[Source data]
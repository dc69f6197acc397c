package resample

import (
	"context"
	"math/rand/v2"

	"tailbell/exact"
)

// Chance is a p-value found by simulation: so many of the draws lay at or past
// what was observed.
type Chance struct {
	Past  int64 `json:"past"`
	Draws int64 `json:"draws"`
}

// P is (past+1)/(draws+1): a p-value that keeps its level for any number of
// draws, because what was observed is one draw more under the hypothesis
// (Barnard 1963; Davison and Hinkley 1997, section 4.2).
func (c Chance) P() float64 { return float64(c.Past+1) / float64(c.Draws+1) }

// Share is the unbiased estimate past/draws of the exact p-value.
func (c Chance) Share() float64 { return float64(c.Past) / float64(c.Draws) }

// Bounds are exact bounds at level 1-alpha of the p-value that infinitely many
// draws would give (Clopper and Pearson 1934).
func (c Chance) Bounds(alpha float64) (lower, upper float64) {
	return exact.ClopperPearson(c.Past, c.Draws, alpha)
}

// MonteCarlo counts the draws for which the function is true. newDraw is called
// once for every worker and may hold scratch space.
func MonteCarlo(ctx context.Context, plan Plan, newDraw func() func(*rand.Rand) bool) (Chance, error) {
	past := make([]int64, max(0, plan.Draws+chunkSize-1)/chunkSize)
	err := plan.each(ctx, func() func(*rand.Rand, int, int) {
		draw := newDraw()
		return func(rng *rand.Rand, from, to int) {
			for range to - from {
				if draw(rng) {
					past[from/chunkSize]++
				}
			}
		}
	})
	if err != nil {
		return Chance{}, err
	}
	c := Chance{Draws: int64(plan.Draws)}
	for _, n := range past {
		c.Past += n
	}
	return c, nil
}
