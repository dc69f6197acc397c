package resample

import (
	"errors"
	"math"
)

// Statistic is an estimate from the data at the given positions, which may be
// repeated and missing. It must be pure: it is called from several goroutines.
type Statistic func(positions []int) float64

// Errors of the jackknife and the bootstrap.
var (
	ErrTooFew    = errors.New("resample: fewer than two parts to leave out")
	ErrUndefined = errors.New("resample: the statistic is not defined for all draws")
)

// Jackknifed is what leaving out each part in turn says of an estimate
// (Quenouille 1949; Tukey 1958; Efron 1982, The Jackknife, the Bootstrap and
// Other Resampling Plans).
type Jackknifed struct {
	// Estimate is that of all data, Without[i] that without part i.
	Estimate float64
	Without  []float64
	mean     float64
}

// Singles returns the parts of one position each.
func Singles(n int) [][]int { return Runs(n, 1) }

// Runs returns the parts of length consecutive positions each; the last one may
// be shorter.
func Runs(n, length int) [][]int {
	var parts [][]int
	for from := 0; from < n; from += length {
		var part []int
		for i := from; i < min(from+length, n); i++ {
			part = append(part, i)
		}
		parts = append(parts, part)
	}
	return parts
}

// Jackknife works out the statistic without each part in turn; the parts must
// divide all positions 0 to n-1 between them. ErrTooFew for fewer than two
// parts, ErrUndefined where the statistic is NaN or infinite.
func Jackknife(parts [][]int, s Statistic) (*Jackknifed, error) {
	if len(parts) < 2 {
		return nil, ErrTooFew
	}
	var all []int
	for _, p := range parts {
		all = append(all, p...)
	}
	j := &Jackknifed{Estimate: s(all), Without: make([]float64, len(parts))}
	kept := make([]int, 0, len(all))
	for i := range parts {
		kept = kept[:0]
		for k, p := range parts {
			if k != i {
				kept = append(kept, p...)
			}
		}
		j.Without[i] = s(kept)
		j.mean += j.Without[i] / float64(len(parts))
	}
	if !finite(j.Estimate) || !finite(j.mean) {
		return nil, ErrUndefined
	}
	return j, nil
}

// Error is the standard error, sqrt((n-1)/n sum (without - mean)^2).
func (j *Jackknifed) Error() float64 {
	n := float64(len(j.Without))
	sum := 0.0
	for _, t := range j.Without {
		sum += (t - j.mean) * (t - j.mean)
	}
	return math.Sqrt((n - 1) / n * sum)
}

// Bias is the estimate of bias, (n-1)(mean - estimate).
func (j *Jackknifed) Bias() float64 {
	return float64(len(j.Without)-1) * (j.mean - j.Estimate)
}

// Influence is that of each part on the estimate, (n-1)(mean - without): about
// n times what the part adds to it. It sums to zero.
func (j *Jackknifed) Influence() []float64 {
	influence := make([]float64, len(j.Without))
	for i, t := range j.Without {
		influence[i] = float64(len(j.Without)-1) * (j.mean - t)
	}
	return influence
}

// Infinitesimal is the infinitesimal jackknife (Jaeckel 1972): the influence of
// each position as the derivative of the statistic in its weight, and the
// standard error sqrt(sum influence^2)/n. The statistic is a function of
// weights that sum to 1.
func Infinitesimal(n int, s func(weights []float64) float64) (influence []float64, stderr float64, err error) {
	if n < 2 {
		return nil, 0, ErrTooFew
	}
	const step = 1e-4
	w := make([]float64, n)
	at := func(i int, e float64) float64 {
		for k := range w {
			w[k] = (1 - e) / float64(n)
		}
		w[i] += e
		return s(w)
	}
	influence = make([]float64, n)
	sum := 0.0
	for i := range influence {
		e := step / float64(n)
		influence[i] = (at(i, e) - at(i, -e)) / (2 * e)
		sum += influence[i] * influence[i]
	}
	if !finite(sum) {
		return nil, 0, ErrUndefined
	}
	return influence, math.Sqrt(sum) / float64(n), nil
}

// Acceleration is the skewness of an influence that BCa needs, sum l^3 /
// (6 (sum l^2)^(3/2)) (Efron 1987, JASA 82); 0 where there is no influence.
func Acceleration(influence []float64) float64 {
	var two, three float64
	for _, l := range influence {
		two += l * l
		three += l * l * l
	}
	if two == 0 {
		return 0
	}
	return three / (6 * math.Pow(two, 1.5))
}

func finite(x float64) bool { return !math.IsNaN(x) && !math.IsInf(x, 0) }
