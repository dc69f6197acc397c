package resample

import (
	"bufio"
	"math"
	"os"
	"os/exec"
	"sort"
	"strconv"
	"strings"
	"testing"
)

// coalYears reads the yearly counts 1851 to 1962.
func coalYears(t *testing.T) []float64 {
	t.Helper()
	text, err := os.ReadFile("../../testdata/baseline/coal-annual.csv")
	if err != nil {
		t.Fatal(err)
	}
	var years []float64
	for line := range strings.Lines(string(text)) {
		_, n, ok := strings.Cut(strings.TrimSpace(line), ",")
		if v, err := strconv.ParseFloat(n, 64); ok && err == nil {
			years = append(years, v)
		}
	}
	if len(years) != 112 {
		t.Fatalf("%d years, want 112", len(years))
	}
	return years
}

// fromR runs an R script and reads its lines "name value".
func fromR(t *testing.T, script string) map[string]float64 {
	t.Helper()
	missing := t.Skipf
	if os.Getenv("TAILBELL_CI") == "1" {
		missing = t.Fatalf
	}
	if _, err := exec.LookPath("Rscript"); err != nil {
		missing("R is not installed (Debian: r-base-core): %v", err)
	}
	if out, err := exec.CommandContext(t.Context(), "Rscript", "-e", "library(boot)").CombinedOutput(); err != nil {
		missing("R's boot package is not installed (Debian: r-cran-boot): %s", out)
	}
	out, err := exec.CommandContext(t.Context(), "Rscript", script).Output()
	if err != nil {
		t.Fatal(err)
	}
	values := map[string]float64{}
	lines := bufio.NewScanner(strings.NewReader(string(out)))
	for lines.Scan() {
		f := strings.Fields(lines.Text())
		v, err := strconv.ParseFloat(f[1], 64)
		if err != nil {
			t.Fatal(err)
		}
		values[f[0]] = v
	}
	return values
}

// TestAgainstR compares with R's boot package: an end of an interval that R
// finds must lie among our values where its rank is off by at most 4 standard
// errors of both simulations, and standard errors agree to 6 per cent.
func TestAgainstR(t *testing.T) {
	want := fromR(t, "../../testdata/baseline/boot.R")
	const draws, drawsOfR = 19_999, 4_999
	compare := func(name string, b *Redrawn, got float64) {
		t.Helper()
		w, ok := want[name]
		if !ok {
			t.Fatalf("R says nothing of %s", name)
		}
		p := float64(sort.SearchFloat64s(b.Values, got)) / draws
		off := 4 * math.Sqrt(p*(1-p)*(1./draws+1./drawsOfR))
		lower, upper := b.Quantile(p-off), b.Quantile(p+off)
		t.Logf("%-22s %10.4f  R %10.4f  to lie in %.4f to %.4f", name, got, w, lower, upper)
		if w < lower || w > upper {
			t.Errorf("%s is %.4f, R has %.4f, outside %.4f to %.4f", name, got, w, lower, upper)
		}
	}
	air, err := Bootstrap(t.Context(), Plan{Draws: draws, Seed: 1}, Blocks{Periods: 12, Length: 1}, meanOf(airconditioning))
	if err != nil {
		t.Fatal(err)
	}
	near(t, "air.error", air.Error(), want["air.error"], 0.06*want["air.error"])
	lower, upper := air.Percentile(0.05)
	compare("air.percentile.lower", air, lower)
	compare("air.percentile.upper", air, upper)
	j, err := Jackknife(Singles(12), meanOf(airconditioning))
	if err != nil {
		t.Fatal(err)
	}
	lower, upper, err = air.BCa(0.05, Acceleration(j.Influence()))
	if err != nil {
		t.Fatal(err)
	}
	compare("air.bca.lower", air, lower)
	compare("air.bca.upper", air, upper)

	years := coalYears(t)
	for _, c := range []struct {
		name string
		wrap bool
	}{{"coal.moving", false}, {"coal.wrapped", true}} {
		b, err := Bootstrap(t.Context(), Plan{Draws: draws, Seed: 2}, Blocks{Periods: 112, Length: 5, Wrap: c.wrap}, meanOf(years))
		if err != nil {
			t.Fatal(err)
		}
		near(t, c.name, b.Error(), want[c.name+".error"], 0.06*b.Error())
		lower, upper := b.Percentile(0.05)
		compare(c.name+".lower", b, lower)
		compare(c.name+".upper", b, upper)
	}
}
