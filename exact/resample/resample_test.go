package resample

import (
	"context"
	"errors"
	"math"
	"math/rand/v2"
	"slices"
	"testing"

	"tailbell/exact"
)

// near fails unless got is within tolerance of want.
func near(t *testing.T, what string, got, want, tolerance float64) {
	t.Helper()
	if !(math.Abs(got-want) <= tolerance) {
		t.Errorf("%s is %.10g, want %.10g within %g", what, got, want, tolerance)
	}
}

// lawSchool are LSAT and GPA of 15 law schools (Efron 1982, The Jackknife, the
// Bootstrap and Other Resampling Plans, section 2.5).
var lawSchool = [][2]float64{
	{576, 3.39},
	{635, 3.30},
	{558, 2.81},
	{578, 3.03},
	{666, 3.44},
	{580, 3.07},
	{555, 3.00},
	{661, 3.43},
	{651, 3.36},
	{605, 3.13},
	{653, 3.12},
	{575, 2.74},
	{545, 2.76},
	{572, 2.88},
	{594, 2.96},
}

func correlation(weight func(i int) float64) float64 {
	var w, x, y, xx, yy, xy float64
	for i, p := range lawSchool {
		wi := weight(i)
		w += wi
		x += wi * p[0]
		y += wi * p[1]
	}
	x, y = x/w, y/w
	for i, p := range lawSchool {
		wi := weight(i)
		xx += wi * (p[0] - x) * (p[0] - x)
		yy += wi * (p[1] - y) * (p[1] - y)
		xy += wi * (p[0] - x) * (p[1] - y)
	}
	return xy / math.Sqrt(xx*yy)
}

func lawCorrelation(positions []int) float64 {
	weights := make([]float64, len(lawSchool))
	for _, i := range positions {
		weights[i]++
	}
	return correlation(func(i int) float64 { return weights[i] })
}

// TestLawSchool holds the jackknife against Efron and Tibshirani 1993, An
// Introduction to the Bootstrap, and Efron 1982 (from memory, recomputed).
func TestLawSchool(t *testing.T) {
	j, err := Jackknife(Singles(len(lawSchool)), lawCorrelation)
	if err != nil {
		t.Fatal(err)
	}
	near(t, "correlation", j.Estimate, 0.776, 5e-4)
	near(t, "jackknife standard error", j.Error(), 0.1425, 5e-5)
	near(t, "jackknife bias", j.Bias(), -0.0065, 5e-5)
	sum := 0.0
	for _, l := range j.Influence() {
		sum += l
	}
	near(t, "sum of influence", sum, 0, 1e-12)
	_, stderr, err := Infinitesimal(len(lawSchool), func(w []float64) float64 {
		return correlation(func(i int) float64 { return w[i] })
	})
	if err != nil {
		t.Fatal(err)
	}
	near(t, "infinitesimal jackknife standard error", stderr, 0.1243, 5e-5)
}

// airconditioning are hours between failures (Proschan 1963, Technometrics 5).
var airconditioning = []float64{3, 5, 7, 18, 43, 85, 91, 98, 100, 130, 230, 487}

func meanOf(data []float64) Statistic {
	return func(positions []int) float64 {
		sum := 0.0
		for _, i := range positions {
			sum += data[i]
		}
		return sum / float64(len(positions))
	}
}

// TestAirConditioning uses that the jackknife and the bootstrap standard error
// of a mean are known: s/sqrt(n), with divisor n-1 and n under the root.
func TestAirConditioning(t *testing.T) {
	n := float64(len(airconditioning))
	mean := meanOf(airconditioning)
	j, err := Jackknife(Singles(len(airconditioning)), mean)
	if err != nil {
		t.Fatal(err)
	}
	near(t, "mean", j.Estimate, 108.083, 5e-4) // Davison and Hinkley 1997, section 5
	ss := 0.0
	for _, x := range airconditioning {
		ss += (x - j.Estimate) * (x - j.Estimate)
	}
	near(t, "jackknife standard error", j.Error(), math.Sqrt(ss/(n-1)/n), 1e-10)
	near(t, "bias of a mean", j.Bias(), 0, 1e-10)
	influence, stderr, err := Infinitesimal(len(airconditioning), func(w []float64) float64 {
		sum, all := 0.0, 0.0
		for i := range w {
			sum += w[i] * airconditioning[i]
			all += w[i]
		}
		return sum / all
	})
	if err != nil {
		t.Fatal(err)
	}
	near(t, "infinitesimal standard error", stderr, math.Sqrt(ss/n/n), 1e-6)
	near(t, "influence of the outlier", influence[11], 487-j.Estimate, 1e-5)

	const draws = 40_000
	b, err := Bootstrap(t.Context(), Plan{Draws: draws, Seed: 1}, Blocks{Periods: 12, Length: 1}, mean)
	if err != nil {
		t.Fatal(err)
	}
	want := math.Sqrt(ss / n / n)
	near(t, "bootstrap standard error", b.Error(), want, 4*want/math.Sqrt(2*draws)*1.5)
	near(t, "bootstrap bias", b.Bias(), 0, 4*want/math.Sqrt(draws))
}

func TestWorkersChangeNothing(t *testing.T) {
	mean := meanOf(airconditioning)
	var first *Redrawn
	var chance Chance
	for _, workers := range []int{1, 2, 7} {
		plan := Plan{Draws: 1001, Seed: 9, Workers: workers}
		b, err := Bootstrap(t.Context(), plan, Blocks{Periods: 12, Length: 3}, mean)
		if err != nil {
			t.Fatal(err)
		}
		c, err := MonteCarlo(t.Context(), plan, func() func(*rand.Rand) bool {
			return func(rng *rand.Rand) bool { return rng.Float64() < 0.1 }
		})
		if err != nil {
			t.Fatal(err)
		}
		if first == nil {
			first, chance = b, c
		}
		if !slices.Equal(first.Values, b.Values) || chance != c {
			t.Errorf("%d workers give other results than one", workers)
		}
	}
	other, err := Bootstrap(t.Context(), Plan{Draws: 1001, Seed: 10}, Blocks{Periods: 12, Length: 3}, mean)
	if err != nil {
		t.Fatal(err)
	}
	if slices.Equal(first.Values, other.Values) {
		t.Error("another seed gives the same results")
	}
}

// TestBlocks counts how often each period is drawn: all alike with Wrap, else
// in proportion to the number of blocks that hold it.
func TestBlocks(t *testing.T) {
	const draws, seed = 30_000, 4
	for _, wrap := range []bool{false, true} {
		b := Blocks{Periods: 6, Length: 3, Wrap: wrap}
		want := [6]float64{1. / 4, 2. / 4, 3. / 4, 3. / 4, 2. / 4, 1. / 4}
		if wrap {
			want = [6]float64{.5, .5, .5, .5, .5, .5}
		}
		var seen [6]float64
		positions := make([]int, 6)
		rng := Source(seed, 0)
		for range draws {
			b.draw(rng, positions)
			for j, p := range positions {
				seen[p] += 1. / 2 / draws // two blocks a draw
				if j%3 > 0 && p != (positions[j-1]+1)%6 {
					t.Fatalf("the block is broken: %v", positions)
				}
			}
		}
		for i := range seen {
			near(t, "share of a period", seen[i], want[i], 0.012)
		}
	}
}

// TestMonteCarlo asks for a known p and for the coverage of the bounds.
func TestMonteCarlo(t *testing.T) {
	const p, runs = 0.03, 400
	missed := 0
	for seed := range uint64(runs) {
		c, err := MonteCarlo(t.Context(), Plan{Draws: 500, Seed: seed}, func() func(*rand.Rand) bool {
			return func(rng *rand.Rand) bool { return rng.Float64() < p }
		})
		if err != nil {
			t.Fatal(err)
		}
		if lower, upper := c.Bounds(0.1); p < lower || p > upper {
			missed++
		}
		if c.P() <= c.Share() {
			t.Fatal("P must count what was observed as a draw")
		}
	}
	// At most a tenth may miss: 62 or more of 400 has probability 3e-4.
	if missed > 61 {
		t.Errorf("the bounds missed %d of %d times", missed, runs)
	}
}

func TestErrors(t *testing.T) {
	mean := meanOf(airconditioning)
	if _, err := Jackknife(Singles(1), mean); !errors.Is(err, ErrTooFew) {
		t.Errorf("one part: %v", err)
	}
	undefined := func([]int) float64 { return math.NaN() }
	if _, err := Jackknife(Singles(3), undefined); !errors.Is(err, ErrUndefined) {
		t.Errorf("NaN: %v", err)
	}
	if _, err := Bootstrap(t.Context(), Plan{Draws: 10}, Blocks{Periods: 3, Length: 1}, undefined); !errors.Is(err, ErrUndefined) {
		t.Errorf("NaN: %v", err)
	}
	if _, err := Bootstrap(t.Context(), Plan{}, Blocks{Periods: 3, Length: 1}, mean); !errors.Is(err, ErrDraws) {
		t.Errorf("no draws: %v", err)
	}
	if _, err := Bootstrap(t.Context(), Plan{Draws: 10}, Blocks{Periods: 3, Length: 4}, mean); !errors.Is(err, ErrBlocks) {
		t.Errorf("long block: %v", err)
	}
	ctx, cancel := context.WithCancel(t.Context())
	cancel()
	if _, err := Bootstrap(ctx, Plan{Draws: 10}, Blocks{Periods: 12, Length: 1}, mean); !errors.Is(err, context.Canceled) {
		t.Errorf("cancelled: %v", err)
	}
	same := &Redrawn{Estimate: 5, Values: []float64{1, 2, 3}}
	if _, _, err := same.BCa(0.05, 0); !errors.Is(err, ErrUndefined) {
		t.Errorf("all on one side: %v", err)
	}
}

// fit fails if the counts seen are too far from what the probabilities
// expect, by chi-square on the cells that expect five or more.
func fit(t *testing.T, what string, seen map[int64]int, draws int, pmf func(k int64) float64) {
	t.Helper()
	chi, cells, rest, restSeen := 0.0, 0.0, float64(draws), draws
	for k, n := range seen {
		if e := pmf(k) * float64(draws); e >= 5 {
			chi += (float64(n) - e) * (float64(n) - e) / e
			cells++
			rest -= e
			restSeen -= n
		}
	}
	if rest > 5 {
		chi += (float64(restSeen) - rest) * (float64(restSeen) - rest) / rest
	}
	if limit := cells + 4.5*math.Sqrt(2*cells) + 8; chi > limit {
		t.Errorf("%s: chi-square %.1f in %g cells", what, chi, cells)
	}
}

func TestSamplers(t *testing.T) {
	const draws, seed = 40_000, 3
	rng := Source(seed, 0)
	for _, c := range []struct {
		n int64
		p float64
	}{{1, 0.3}, {40, 0.02}, {40, 0.5}, {25, 0.93}, {1000, 0.004}, {300, 0.2}, {5000, 0.7}, {3_000_000, 0.001}} {
		seen := map[int64]int{}
		for range draws {
			seen[Binomial(rng, c.n, c.p)]++
		}
		fit(t, "binomial", seen, draws, exact.NewBinomial(c.n, c.p).PMF)
	}
	weights := []float64{1, 0, 3, 0.5, 4}
	s := NewSplitter(weights)
	for _, n := range []int64{5, 50} {
		seen := [5]map[int64]int{{}, {}, {}, {}, {}}
		counts := make([]int64, 5)
		for range draws {
			s.Split(rng, n, counts)
			for i, k := range counts {
				seen[i][k]++
			}
		}
		for i, w := range weights {
			fit(t, "multinomial", seen[i], draws, exact.NewBinomial(n, w/8.5).PMF)
		}
	}
	u := NewUrn([]int64{6, 0, 10, 4})
	for _, n := range []int64{5, 17} {
		seen := map[int64]int{}
		counts := make([]int64, 4)
		for range draws {
			u.Split(rng, n, counts)
			seen[counts[2]]++
		}
		fit(t, "hypergeometric", seen, draws, exact.Hypergeometric{White: 10, Black: 10, Draws: n}.PMF)
	}
	seen := map[int64]int{}
	counts, cells := make([]int64, 5), make([]int, 12)
	for range draws {
		s.Clump(rng, 12, 2.5, counts, cells)
		seen[counts[2]]++
	}
	fit(t, "Dirichlet-multinomial", seen, draws, exact.BetaBinomial{N: 12, A: 2.5 * 3 / 8.5, B: 2.5 * 5.5 / 8.5}.PMF)
}

// TestTies: values equal to the estimate are no bias, so that BCa without
// acceleration is the percentile interval where half of the rest lie below.
func TestTies(t *testing.T) {
	r := &Redrawn{Estimate: 100}
	for v := range 201 {
		for range 1 + 200*min(1, max(0, 1-(v-100)*(v-100))) { // 201 times 100
			r.Values = append(r.Values, float64(v))
		}
	}
	lower, upper := r.Percentile(0.1)
	low, high, err := r.BCa(0.1, 0)
	if err != nil || math.Abs(low-lower) > 1e-9 || math.Abs(high-upper) > 1e-9 {
		t.Errorf("BCa is %g to %g (%v), percentiles %g to %g", low, high, err, lower, upper)
	}
	if q := r.Quantile(1e-9); q != 0 {
		t.Errorf("the least value is %g", q)
	}
}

*What to do:*
Scanning the data above, copy out every line where "Quantile" is found.

*Solution to this task:*
		lower, upper := b.Quantile(p-off), b.Quantile(p+off)
	if q := r.Quantile(1e-9); q != 0 {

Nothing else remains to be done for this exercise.